The results of Examples 1 to 3 and Comparative Examples 1 and 2 are summarized in Table 1.

* 1 Alkyl silicone content 50%
* 2 40% dimethyl silicone content
* 3 Evaluation of smoothness * 4 A bladder rubber sheet was superimposed on the coated surface of the unvulcanized tire inner surface rubber sheet coated with a release agent for the inner surface of the tire, and then the vulcanized rubber sheet was peeled off. Using the bladder rubber sheet obtained at that time and the unvulcanized tire inner surface rubber sheet to which the release agent for the inner surface of the tire is not applied, the number of repetitions when repeating the vulcanization and peeling operations (that is, Number of times of vulcanization and peeling operations corresponding to the second molding process)
* 5 In the above * 4, except that the inner surface of the actual raw tire (215 / 60R16 size) is used instead of the unvulcanized tire inner rubber sheet, and the actual outer surface of the bladder is used instead of the bladder rubber sheet. * 4 In the same manner as above, vulcanization was performed to obtain a tire. Using the bladder obtained at that time and the raw tire to which the release agent for the inner surface of the tire is not applied, the number of repetitions when the tire is manufactured by repeating the vulcanization and peeling operations (that is, the second molding) Number of times tires were manufactured in the process)

Claims (8)

  A mold release agent for the tire inner surface, comprising an alkyl silicone, a silicone nonionic surfactant having a cloud point of 20 to 60 ° C. and a kinematic viscosity of 10 to 60 cSt (25 ° C.), an inorganic component made of powder, and water. .   The tire according to claim 1, wherein a weight ratio of the silicone-based nonionic surfactant is 0.01 to 20% by weight with respect to a total amount of the alkyl silicone, the silicone-based nonionic surfactant, and the inorganic component.
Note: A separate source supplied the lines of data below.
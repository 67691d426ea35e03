"""Rolled shapes with fillets and toe radii (calcpad/eng/sections/rolled.py) against two oracles.

1. sectionproperties (finite-element section library, dev dependency) builds the same rolled
   geometry with its own library functions (``angle_section`` with root and toe radii,
   ``tapered_flange_channel`` with root and flange-toe radii and the flange angle, ``i_section``
   with the root radius). Area, centroid, moments of inertia, principal axes and plastic moduli
   of our outline must agree to GEOMETRY_REL_TOL; J (our El Darwish and Johnston approximation,
   not a property of the outline in closed form; for channels the outline's own J by finite
   differences) is compared with the oracle's warping analysis within the band each family shows
   (J_BANDS, measured and pinned here).
2. The AISC Shapes Database in the registry package ``aiscpy`` (GPL-3.0, read with sqlite3, never
   at run time; v14 column layout, edition not confirmed in the package): a sample of every
   family (every SAMPLE_STEP-th row) with the dimensions of the row and our default radii
   (W: r = k_des - tf; C: r1 = half the flange thickness at the web face, r2 = three quarters of
   the flange thickness at the toe; L: the radii of the AISC series, inferred from the v16.0
   table; the C defaults are the simple fractions that brought the most rows within 1 % when we
   scanned the whole family and the L radii were fitted to the v16.0 values, so this sample is
   not independent of those choices). A, I, S, r and Z must agree within 1 % plus half a unit of the
   table's third figure. Rows where our model does not reach 1 % are strict xfails naming the
   measured deviation, so an improvement shows as XPASS. J against the tables (v16.0, every
   family) is in ``tests/eng/test_sections_computed.py``; here our closed-form J is compared with
   the finite-element J of the same outline (item 1) within J_BANDS.
"""

from __future__ import annotations

import importlib.resources
import math
import sqlite3

import numpy as np
import pytest

from calcpad.core.errors import InputError
from calcpad.eng.sections.rolled import RolledAngle, RolledChannel, RolledIShape, rectangle_j, tee_junction
from calcpad.eng.sections.rolled_sloped import SlopedIShape, SlopedTee, sloped_junction

sp_lib = pytest.importorskip("sectionproperties.pre.library")
sp_analysis = pytest.importorskip("sectionproperties.analysis")
aiscpy = pytest.importorskip("aiscpy", reason="dev dependency aiscpy (AISC Shapes Database) not installed")

GEOMETRY_REL_TOL = 2e-4  # both integrate polygons of the same arcs (64 and 32 segments per quarter)
TABLE_REL_TOL = 0.01
SAMPLE_STEP = {"W": 9, "C": 3, "L": 5}


def _analyse(geom):
    geom.create_mesh(mesh_sizes=[geom.calculate_area() / 400.0])
    sec = sp_analysis.Section(geom)
    sec.calculate_geometric_properties()
    sec.calculate_plastic_properties()
    sec.calculate_warping_properties()
    return sec


ORACLE_CASES = {
    "angle_unequal": (RolledAngle(4.0, 3.0, 0.375, 0.25, 0.125),
                      lambda: sp_lib.angle_section(d=4.0, b=3.0, t=0.375, r_r=0.25, r_t=0.125, n_r=32)),
    "angle_equal_thin": (RolledAngle(3.0, 3.0, 0.1875, 0.3, 0.1875),
                         lambda: sp_lib.angle_section(d=3.0, b=3.0, t=0.1875, r_r=0.3, r_t=0.1875, n_r=32)),
    "channel_sloped": (RolledChannel(6.0, 1.92, 0.343, 0.2, slope=1 / 6, r1=0.2, r2=0.1),
                       lambda: sp_lib.tapered_flange_channel(d=6.0, b=1.92, t_f=0.343, t_w=0.2, r_r=0.2, r_f=0.1,
                                                             alpha=math.degrees(math.atan(1 / 6)), n_r=32)),
    "w_fillet": (RolledIShape(8.14, 5.25, 0.33, 0.23, 0.3), lambda: sp_lib.i_section(d=8.14, b=5.25, t_f=0.33, t_w=0.23, r=0.3, n_r=32)),
    # M and HP with the fillet radius of their series (tests/eng/test_sections_computed.py, SERIES_FILLET)
    "m_fillet": (RolledIShape(12.0, 3.07, 0.225, 0.177, 0.24), lambda: sp_lib.i_section(d=12.0, b=3.07, t_f=0.225, t_w=0.177, r=0.24, n_r=32)),
    "m4_fillet": (RolledIShape(4.0, 2.25, 0.17, 0.115, 0.31), lambda: sp_lib.i_section(d=4.0, b=2.25, t_f=0.17, t_w=0.115, r=0.31, n_r=32)),
    "hp_fillet": (RolledIShape(8.02, 8.16, 0.445, 0.445, 0.4), lambda: sp_lib.i_section(d=8.02, b=8.16, t_f=0.445, t_w=0.445, r=0.4, n_r=32)),
    "s_sloped": (SlopedIShape(10.0, 4.944, 0.491, 0.594, 0.5, 0.25), lambda: _s_section()),
    "st_sloped": (SlopedTee(5.0, 4.944, 0.491, 0.594, 0.5, 0.25), lambda: _s_section().split_section((0, 5), (1, 5))[0][0]),
}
Release agent for inner surface.   The mold release agent for tire inner surfaces of Claim 1 or 2 whose weight ratio of an inorganic component is 2 to 40 weight% with respect to the total amount of the said alkyl silicone, a silicone type nonionic surfactant, and an inorganic component.   The critical micelle formation concentration (CMC) of the silicone-based nonionic surfactant is 1000 mg / L or less (25 ° C.), and the surface tension (γCMC) at the critical micelle formation concentration is 15 to 40 mN / m (25 ° C.). The release agent for tire inner surfaces according to any one of claims 1 to 3.   The mold release agent for tire inner surfaces in any one of Claims 1-4 whose said inorganic component is calcium carbonate. Applying the release agent for the tire inner surface according to any one of claims 1 to 5 to an inner surface of a raw tire and / or an outer surface of a bladder, the bladder is heated and expanded to press-fit the raw tire into a mold, A first molding step for vulcanization molding;
A second molding step in which the bladder is heated and expanded to press another raw tire into a mold and vulcanize;
The manufacturing method of the tire containing this.   The tire manufacturing method according to claim 6, wherein the second molding step is performed at least three more times. Wherein the second molding step is carried out without also coating the fabric in any release agent for tire inner surface of another green tire inner surface and the outer surface of the bladder, the tire manufacturing method according to claim 6 or 7.